Christophe Boutin : Le vote des « grands électeurs » n’est pas celui des Français – ou, du moins, met un certain temps à se mettre au diapason de l’évolution du suffrage universel. Il est d’une part moins partisan et plus modéré - les centristes représentent 13 % de l’Assemblée nationale mais presque 19 % du Sénat – et d’autre part plus fidèle aux anciens partis - LR c’est 40 % du Sénat et moins de 11 % à l’Assemblée nationale ; les socialistes près de 20 % au Sénat et un peu plus de 5 % à l’Assemblée nationale. On trouve aussi des stabilités - Horizons et ses alliés sont autour de de 5 % dans les deux cas, les écologistes autour de 4% -, mais, et c’est logique avec ce que l’on vient de dire, d’énormes disparités aux franges de l’échiquier politique : le RN c’est 0,8% du Sénat et 15% de l’Assemblée nationale ; LFI 0% du Sénat et 13 % de l’Assemblée nationale.

On remarquera cependant que le RN, dont nous n’avons pas parlé, obtient trois sénateurs. Ce n’est rien à l’échelle de l’assemblée concernée, et il n’est pas question ici d’un groupe parlementaire (il faut 10 sénateurs), mais c’est énorme pour un parti dont le supposé extrémisme – on sait que le Conseil d’État a validé le choix des « nuances politiques » du ministre de l’Intérieur qualifiant le RN et Reconquête de partis « d’extrême-droite », quand LFI est un parti « de gauche » - est considéré comme étant un repoussoir pour nombre de grands électeurs. Or, et contrairement à LFI, non seulement le RN fait plus qu’il ne l’espérait (il pensait à un élu, à deux au mieux), mais il progresse très nettement dans toute la France dans le vote des grands électeurs.
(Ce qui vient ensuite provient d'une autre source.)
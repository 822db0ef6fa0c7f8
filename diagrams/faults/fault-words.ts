import type { Circuit } from '../document/circuit-schema'
import { siteName, type Mode } from '../document/sites'
import type { ModeAnswer } from './answer'
import { aboutOhms, capital } from './value-words'

/**
 * What is wrong, and where, as the head of a sentence without its full stop: "Open at C12 cavity 3",
 * "Bad joint at G6: about 1.8 ohm", "F12 has blown".
 */
export function faultWords(
  circuit: Circuit,
  site: string,
  fault: Pick<ModeAnswer, 'mode' | 'ohms' | 'other'>,
): string {
  const name = siteName(circuit, site)
  const at = atSite(circuit, site)
  // How good a short is says little to whoever looks for it.
  const about = fault.ohms === null ? '' : `: ${aboutOhms(fault.ohms)}`
  switch (fault.mode) {
    case 'open':
      return `Open ${at}`
    case 'resistive':
      return `${capital(modeNoun(circuit, site, 'resistive'))} ${at}${about}`
    case 'short-to-ground':
      return `Short to ground ${at}`
    case 'short-to-supply':
      return `Short to supply ${at}`
    case 'short-to-wire':
      return `${capital(name)} touches ${fault.other ? siteName(circuit, `wire:${fault.other}`) : 'another wire'}`
    case 'shorted':
      return `${capital(name)} is shorted inside`
    case 'blown':
      return `${capital(name)} has blown`
    case 'weak':
      return `${capital(name)} is weak`
    case 'stuck-open':
      return `${capital(name)} stays open`
    case 'stuck-closed':
      return `${capital(name)} stays closed`
    case 'dead':
      return site.startsWith('module:') ? `${capital(name)} does not wake` : `${capital(name)} is dead`
    case 'stuck-on':
      return `${capital(name)} is stuck on`
  }
}

/** "in wire F12 to C7 cavity 2", "in the contact at M2 pin 3", "at G6". */
export function atSite(circuit: Circuit, site: string): string {
  const name = siteName(circuit, site)
  if (site.startsWith('wire:')) return `in ${name}`
  return name.startsWith('contact at ') ? `in the ${name}` : `at ${name}`
}

/** One way to fail in few words, after the place's name or in a list. */
export function modeNoun(circuit: Circuit, site: string, mode: Mode): string {
  switch (mode) {
    case 'resistive':
      return isJoint(circuit, site) ? 'bad joint' : 'high resistance'
    case 'short-to-ground':
      return 'short to ground'
    case 'short-to-supply':
      return 'short to supply'
    case 'short-to-wire':
      return 'touches another wire'
    case 'shorted':
      return 'shorted inside'
    case 'stuck-open':
      return 'stays open'
    case 'stuck-closed':
      return 'stays closed'
    case 'stuck-on':
      return 'stuck on'
    default:
      return mode
  }
}

/** Where two pieces of metal meet, as against the length of a wire or the inside of a part. */
function isJoint(circuit: Circuit, site: string): boolean {
  if (site.startsWith('contact:')) return true
  const node = circuit.nodes.find((n) => `part:${n.id}` === site)
  return node?.kind === 'ground' || node?.kind === 'splice' || node?.kind === 'fuse'
}
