import type { FaultModel } from './fault-model'

/** Where a fault is while it is absent: the good circuit, or the fuses that it has blown before. */
export type Absent = { cells: readonly (readonly [number, number])[] } | 'anything'

/** Per hypothesis. Two fuses blown and nothing else, or a fuse that the model does not suspect: nothing is foretold of that. */
export function absentCells(model: FaultModel): Absent[] {
  return model.hypotheses.map(({ blows }) => {
    if (blows.length === 0) return { cells: [] }
    if (blows.length > 1) return 'anything'
    const h = model.hypotheses.findIndex(
      (other) => other.site === `part:${blows[0]}` && other.mode === 'blown',
    )
    return h < 0 ? 'anything' : { cells: model.hypotheses[h]!.cells.map((_, c) => [h, c] as const) }
  })
}
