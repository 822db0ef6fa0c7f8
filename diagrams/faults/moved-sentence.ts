import type { Circuit } from '../document/circuit-schema'
import type { Reading } from '../document/reading-schema'
import type { ReadingAnswer } from './answer'
import { isMoved, swings, type MovedReading } from './moved-reading'
import { readingPlace } from './reading-sentence'
import type { ReadingScope } from './reading-scope'
import { valueWords } from './value-words'

/** Readings with a sentence for those during which the harness was moved. */
export function sayMoved(
  circuit: Circuit,
  readings: readonly Reading[],
  judged: readonly ReadingAnswer[],
  scope: ReadingScope,
): ReadingAnswer[] {
  return judged.map((answer, r) => {
    const reading = readings[r]!
    if (!isMoved(reading)) return answer
    if (!swings(reading, scope))
      return { ...answer, says: `${answer.says} It stayed so while the harness was moved.` }
    const good =
      answer.expected === null ? '' : ` A good circuit stays at ${valueWords(reading.kind, answer.expected)}.`
    return { ...answer, says: `${readingPlace(circuit, reading)}: ${swingWords(reading)}.${good}` }
  })
}

/** After the verdict of a fault that comes and goes: what swung, and what follows from it. */
export function comesAndGoesSentence(
  circuit: Circuit,
  readings: readonly Reading[],
  scope: ReadingScope,
): string {
  const moving = readings.filter((reading) => swings(reading, scope)).filter(isMoved)
  const [first] = moving
  if (!first) return ''
  return `This fault comes and goes: ${readingPlace(circuit, first)} ${swingWords(first)}. Readings may have been taken with it or without it.`
}

function swingWords({ kind, low, high }: MovedReading): string {
  return `went from ${valueWords(kind, low)} to ${valueWords(kind, high)} while the harness was moved`
}
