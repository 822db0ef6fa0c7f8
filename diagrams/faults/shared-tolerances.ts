import type { Reading } from '../document/reading-schema'
import type { JudgedReading } from './judged-reading'
import { sensitivities, type Prediction } from './prediction'
import { accuracyOf } from './tolerance-rule'

/** A part may be 5 % off the drawing, evenly: its standard deviation. */
const sigmaOfPart = 0.05 / Math.sqrt(3)
/** A reading further off than this many standard deviations is a slip, and says nothing of the parts. */
const slipFrom = 4

/** A reading that a cell explains, as far as parts a little off the drawing matter to it. */
interface Share {
  /** What is left between the reading and what the cell foretells, and the meter's own standard deviation. */
  left: number
  sigma: number
  /** What each branch's standard deviation moves it by. */
  moves: Float64Array
}

/**
 * What two readings share: the parts off the drawing, and the severity, are the same ones in both. Taking each
 * reading's spread for itself counts one part's error as often as it is read. For a cell of the given readings: ln of their joint density
 * over the product of their single ones,
 *   −½ (ln det C − Σ ln Cᵢᵢ + eᵀ C⁻¹ e − Σ eᵢ²/Cᵢᵢ),  C = diag(σ²) + S Sᵀ,
 * S the moves by part and by severity; with `still`, the determinants alone, as if every reading lay where it was foretold.
 */
export function sharedLog(
  readings: readonly Reading[],
  judged: readonly JudgedReading[],
  cell: number,
  scale: number,
  still = false,
): number {
  const shares = readings.flatMap((reading, r) => shareOf(reading, judged[r]!, cell, scale) ?? [])
  const n = shares.length
  if (n < 2) return 0
  // Cholesky: C = L Lᵀ, row by row; L⁻¹ e as it goes.
  const L = Array.from({ length: n }, () => new Float64Array(n))
  const solved = new Float64Array(n)
  let log = 0
  for (let i = 0; i < n; i++) {
    const { left, sigma, moves } = shares[i]!
    let own = 0
    let rest = left
    for (let j = 0; j <= i; j++) {
      let sum = dot(moves, shares[j]!.moves) + (i === j ? sigma * sigma : 0)
      if (i === j) own = sum
      for (let k = 0; k < j; k++) sum -= L[i]![k]! * L[j]![k]!
      if (i === j) L[i]![i] = Math.sqrt(Math.max(sum, 1e-12 * own))
      else {
        L[i]![j] = sum / L[j]![j]!
        rest -= L[i]![j]! * solved[j]!
      }
    }
    solved[i] = rest / L[i]![i]!
    log -= Math.log(L[i]![i]!) - Math.log(own) / 2
    if (!still) log -= (solved[i]! ** 2 - left ** 2 / own) / 2
  }
  return log
}

function shareOf(reading: Reading, judged: JudgedReading, cell: number, scale: number): Share | null {
  const { value } = reading
  if (typeof value !== 'number') return null
  const { states, bounds } = judged.table
  let entry = states.first[cell]!
  while (entry < states.first[cell + 1]! && states.low[entry]! < 0) entry++
  if (entry === states.first[cell + 1]) return null
  const [from, to] = [states.low[entry]!, states.high[entry]!]
  const [a, b] = [valueAt(bounds[from]!, scale), valueAt(bounds[to]!, scale)]
  const { given, severity, states: held } = states.bounds[from]!
  const other = states.bounds[to]!.severity
  const middle = severity > 0 && other > 0 ? Math.sqrt(severity * other) : (severity + other) / 2
  const byPart = sensitivities(given, given.solve(held, middle, scale), reading)
  given.releaseUnit()
  if (!byPart) return null
  const moves = new Float64Array(byPart.length + 1)
  moves.set(byPart)
  for (let k = 0; k < moves.length; k++) moves[k]! *= sigmaOfPart
  // The severity, somewhere in the cell, is one more thing that readings share: even over its width.
  moves[moves.length - 1] = (b - a) / Math.sqrt(12)
  const { percent, floor } = accuracyOf(reading)
  const sigma = ((percent / 100) * Math.abs(value) + floor) / 2
  const left = value - (a + b) / 2
  return Math.abs(left) > slipFrom * Math.sqrt(sigma * sigma + dot(moves, moves))
    ? null
    : { left, sigma, moves }
}

function valueAt({ battery, fixed }: Prediction, scale: number): number {
  return scale * battery + fixed
}

/**
 * With leads put in a network has a few branches more, which are exact; the severity's move stands last of all.
 */
function dot(x: Float64Array, y: Float64Array): number {
  let sum = x.at(-1)! * y.at(-1)!
  for (let i = 0, n = Math.min(x.length, y.length) - 1; i < n; i++) sum += x[i]! * y[i]!
  return sum
}
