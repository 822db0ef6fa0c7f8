import { samples } from '@/diagrams/samples/all-samples'
import { voltsBetween } from '@/diagrams/solver/case'
import { deadVolts } from '@/diagrams/solver/constants'
import { readMeter } from '@/diagrams/solver/meter'
import { netlistOf } from '@/diagrams/solver/settled-netlist'
import { probesIn } from '@/diagrams/planner/probes-in'
import { solveBig, subtract, toDouble } from '../support/big-float'
import { everyCase } from '../support/every-fault'
import { harnessOfSize } from '../support/harness-of-size'
import { seededRandom } from '../support/random'
import { argument } from './support/arguments'
import { report } from './support/report'

/**
 * What the meter shows under faults of every kind, in every condition, against the same netlist solved
 * with 320 bits and the meter put in. Cases drawn by `--seed`, a few readings of each.
 */
const cases = argument('cases', 400)
const seed = argument('seed', 1)
const readingsPerCase = 3

const random = seededRandom(seed)
const circuits = [...samples, harnessOfSize(21, 50), harnessOfSize(22, 60)]
let worstVolts = 0
let worstOhms = 0
let wrongOl = 0
let ol = 0
const count = { volts: 0, ohms: 0 }
let where = ''
const perCircuit = Math.ceil(cases / circuits.length)
for (const circuit of circuits) {
  // About as many cases as wanted, spread over all of them.
  const all = everyCaseCount(circuit)
  for (const { name, given, settled } of everyCase(
    circuit,
    () => random.chance(Math.min(1, perCircuit / all)),
    () => {},
  )) {
    const { network, condition } = given.study
    const { nets, elements, netOf } = netlistOf(given, settled)
    const probes = probesIn(circuit, condition)
    for (let i = 0; i < readingsPerCase; i++) {
      const probe = random.pick(probes)
      if (probe.kind !== 'volts' && probe.kind !== 'ohms') continue
      const [a, b] = [netOf.get(probe.red)!, netOf.get(probe.black)!]
      const shown = readMeter(given, settled, probe)
      if (probe.kind === 'volts') {
        const volts = solveBig(nets, [...elements, { a, b, ohms: 10e6, volts: 0 }])
        const off = Math.abs(Number(shown) - toDouble(subtract(volts[a]!, volts[b]!)))
        count.volts++
        if (off > worstVolts) [worstVolts, where] = [off, `${name} ${probe.red} ${probe.black}`]
        continue
      }
      const between = voltsBetween(
        settled,
        network.unknownOf.get(probe.red)!,
        network.unknownOf.get(probe.black)!,
      )
      // A source on the circuit: the figure means nothing.
      if (Math.abs(between) > deadVolts) continue
      const driven = solveBig(nets, elements, [a, b])
      const truth = toDouble(subtract(driven[a]!, driven[b]!))
      count.ohms++
      if ((shown === 'OL') !== truth > 40e6) {
        wrongOl++
        console.log(`  OL wrong: ${name} ${probe.red} ${probe.black}: ${String(shown)}, ${truth} ohm`)
      } else if (shown === 'OL') ol++
      // Below a tenth of a milliohm no meter shows anything.
      else worstOhms = Math.max(worstOhms, Math.abs(Number(shown) - truth) / Math.max(truth, 1e-4))
    }
  }
}

function everyCaseCount(circuit: (typeof circuits)[number]): number {
  let total = 0
  for (const _ of everyCase(
    circuit,
    () => (total++, false),
    () => {},
  ))
    throw new Error('none was asked for')
  return total
}

report('Displayed error against 320 bits', [
  {
    what: 'volts',
    goal: '≤ 1e-6 V',
    figure: `${worstVolts.toExponential(1)} V`,
    met: worstVolts <= 1e-6,
    how: `${count.volts} readings, seed ${seed}; worst ${where}`,
  },
  {
    what: 'ohms',
    goal: '≤ 0.1 %',
    figure: `${(100 * worstOhms).toExponential(1)} %`,
    met: worstOhms <= 1e-3,
    how: `${count.ohms - ol} readings`,
  },
  {
    what: 'wrong OL',
    goal: '0',
    figure: String(wrongOl),
    met: wrongOl === 0,
    how: `${ol} OL, ${count.ohms} in all`,
  },
])
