import { positionsIn, holds } from '../document/condition'
import { noAlteration } from '../solver/alteration'
import { drivingStudies } from '../solver/blown-fuses'
import { branchAmps, Case, voltsBetween, type Settled } from '../solver/case'
import type { Network } from '../solver/network'
import type { FaultModel } from './fault-model'
import { lookAtCells } from './report-evidence'

/** How a module finds one of its own pins, or fails to be found itself, otherwise than in a good vehicle. */
export type Aspect = 'low' | 'high' | 'no-current' | 'over-current' | 'asleep'

export interface View {
  /** `module.pin`, or the module alone when it sleeps. */
  point: string
  aspect: Aspect
  /** Number of the driving condition in which it does. */
  condition: number
}

/** A driver knows an open load from a whole one by half the current, a short by twice (and some); guesses. */
const openPart = 0.5
const overTimes = 2
const overAmps = 0.1
const leastAmps = 0.001
/** A feed counts as low from 9 V of 12.6 (a guess; makers differ). */
const feedLowPart = 9 / 12.6
/** A line held up or down by the module itself never comes nearer to its ends than this when all is well (a guess). */
const railPart = 0.9
/** What a driver's own pin is compared with, as an input's threshold that is not given. */
const driverThreshold = 6

interface WatchedPin {
  point: string
  module: number
  inner: number
  innerGround: number
  /** Branch whose current the module measures, or −1. */
  branch: number
  threshold: number
  /** Volts of the source behind an input; 0 for other pins. */
  railVolts: number
  supply: boolean
  /** True where the driver is told to conduct, by the number of the condition. */
  on: boolean[]
}

interface PinState {
  awake: boolean
  volts: number
  amps: number
}

const viewsByModel = new WeakMap<FaultModel, View[][][]>()

/**
 * Per hypothesis and cell: everything that any module would find otherwise than in a good vehicle, in any
 * combination of controls. A module asleep finds nothing; others find that it sleeps. Worked out once a model.
 */
export function moduleViews(model: FaultModel): View[][][] {
  let found = viewsByModel.get(model)
  if (!found) viewsByModel.set(model, (found = findViews(model)))
  return found
}

function findViews(model: FaultModel): View[][][] {
  const { network, hypotheses } = model
  if (network.modules.length === 0) return hypotheses.map((h) => h.cells.map(() => []))
  const studies = drivingStudies(network)
  const pins = watchedPins(
    network,
    studies.map((study) => positionsIn(network.circuit, study.condition.controls)),
  )
  const stateOf = (given: Case, settled: Settled): PinState[] =>
    pins.map((pin) => ({
      awake: settled.states.modules[pin.module]!,
      volts: voltsBetween(settled, pin.inner, pin.innerGround),
      amps: pin.branch < 0 ? 0 : Math.abs(branchAmps(given, settled, pin.branch)),
    }))
  const good = studies.map((study) => {
    const given = new Case(study, noAlteration)
    const settled = given.settle(0)
    return settled && { pins: stateOf(given, settled), modules: settled.states.modules }
  })
  const look = (cases: readonly Case[], severity: number): string =>
    cases
      .flatMap((given, s) => {
        const before = good[s]
        const settled = before && given.settle(severity)
        if (!settled) return []
        const asleep = network.modules.flatMap((module, m) =>
          before.modules[m] && !settled.states.modules[m] ? [`${module.node} asleep ${s}`] : [],
        )
        const changes = stateOf(given, settled).flatMap((now, p) =>
          aspectsOf(pins[p]!, before.pins[p]!, now, s).map((aspect) => `${pins[p]!.point} ${aspect} ${s}`),
        )
        return [...asleep, ...changes]
      })
      .join('|')
  const known = new Map<string, View[]>()
  const parse = (text: string): View[] => {
    let views = known.get(text)
    if (!views) known.set(text, (views = text === '' ? [] : text.split('|').map(viewOf)))
    return views
  }
  return hypotheses.map((hypothesis) => lookAtCells(network, studies, hypothesis, look).map(parse))
}

function viewOf(text: string): View {
  const [point, aspect, condition] = text.split(' ')
  return { point: point!, aspect: aspect as Aspect, condition: Number(condition) }
}

function aspectsOf(pin: WatchedPin, before: PinState, now: PinState, condition: number): Aspect[] {
  if (!now.awake) return []
  if (pin.supply) return before.awake && now.volts < feedLowPart * before.volts ? ['low'] : []
  const found = new Set<Aspect>()
  const is = (state: PinState) => state.volts >= pin.threshold
  if (is(now) !== is(before)) found.add(is(now) ? 'high' : 'low')
  if (pin.railVolts > 0) {
    const [top, foot] = [railPart * pin.railVolts, (1 - railPart) * pin.railVolts]
    if (now.volts > top && before.volts <= top) found.add('high')
    if (now.volts < foot && before.volts >= foot) found.add('low')
  }
  if (pin.branch >= 0 && pin.on[condition] && before.awake) {
    if (before.amps > leastAmps && now.amps < openPart * before.amps) found.add('no-current')
    if (now.amps > overTimes * before.amps + overAmps) found.add('over-current')
  }
  return [...found]
}

/** Inputs, drivers, regulated outputs and feeds: what a module can know something of. */
function watchedPins(network: Network, positions: ReturnType<typeof positionsIn>[]): WatchedPin[] {
  return network.modules.flatMap((state, module) => {
    const node = network.circuit.nodes.find((n) => n.id === state.node)
    if (node?.kind !== 'module') return []
    return node.pins.flatMap((pin): WatchedPin[] => {
      const { circuit } = pin
      const point = `${node.id}.${pin.pin}`
      const index = network.branchIndex.get(`pin:${point}/inner`)
      if (index === undefined) return []
      const branch = network.branches[index]!
      const common = { point, module, innerGround: state.innerGround, railVolts: 0, supply: false, on: [] }
      switch (circuit.type) {
        case 'supply':
          return [{ ...common, inner: branch.a, branch: -1, threshold: 0, supply: true }]
        case 'pull-up':
        case 'pull-down': {
          const input = network.inputs.find((i) => i.point === point)!
          const railVolts = circuit.type === 'pull-up' ? circuit.volts : 0
          return [{ ...common, inner: input.inner, branch: -1, threshold: input.threshold, railVolts }]
        }
        case 'low-side':
        case 'high-side':
        case 'source':
          return [
            {
              ...common,
              inner: circuit.type === 'high-side' ? branch.b : branch.a,
              branch: index,
              threshold: pin.threshold ?? (circuit.type === 'source' ? circuit.volts / 2 : driverThreshold),
              on: positions.map((setting) => holds(circuit.on, setting)),
            },
          ]
        default:
          return []
      }
    })
  })
}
Le mode de scrutin vient donc, comme c’est logique, tempérer les « émotions populaires » et les grands changements de cap que l’on constate aux élections législatives – mais en lien, rappelons-le, avec ces élections présidentielles qui les précèdent. Mais il n’empêche pas la constatation d’un ancrage fort à droite, d’une remontée de la gauche, et, au centre, d’un positionnement plus important d’Horizons. Avec, comme vous le relevez, des conséquences pour les familles ou les partis au niveau national : la montée du RN fragilisera encore, dans la perspective des élections européennes et autour du texte sur l’immigration, des Républicains divisés ; celle de la gauche unie sans LFI pourrait fracturer un peu plus la NUPES ; et la montée en puissance d’Horizons pose la question du leader centriste pour 2027… 

Quels sont les principaux enseignements des résultats des élections sénatoriales à droite ? A-t-on assisté à des changements majeurs ou à des surprises ?  La droite reste-t-elle majoritaire au Sénat ?

Christophe Boutin : On ne peut absolument pas parler de bouleversement avec ces élections sénatoriales – le renouvellement de la moitié du Sénat, et non du tiers, comme l’a dit Emmanuel Macron lors de son entretien d’hier soir, oubliant la réforme de 2003 -, mais on n’attendait pas véritablement de bouleversement. C’est en effet une élection dans laquelle il y a généralement une « prime au sortant » particulièrement importante, et cela quel que soit le mode de scrutin, qui diffère selon les départements : pour ceux dans lesquels il y a jusqu’à deux sénateurs, le scrutin est majoritaire ; pour ceux dans lesquels il y a trois sénateurs au moins à élire, le scrutin est à la proportionnelle. On rappellera aussi que le vote est obligatoire pour les « grands électeurs ». 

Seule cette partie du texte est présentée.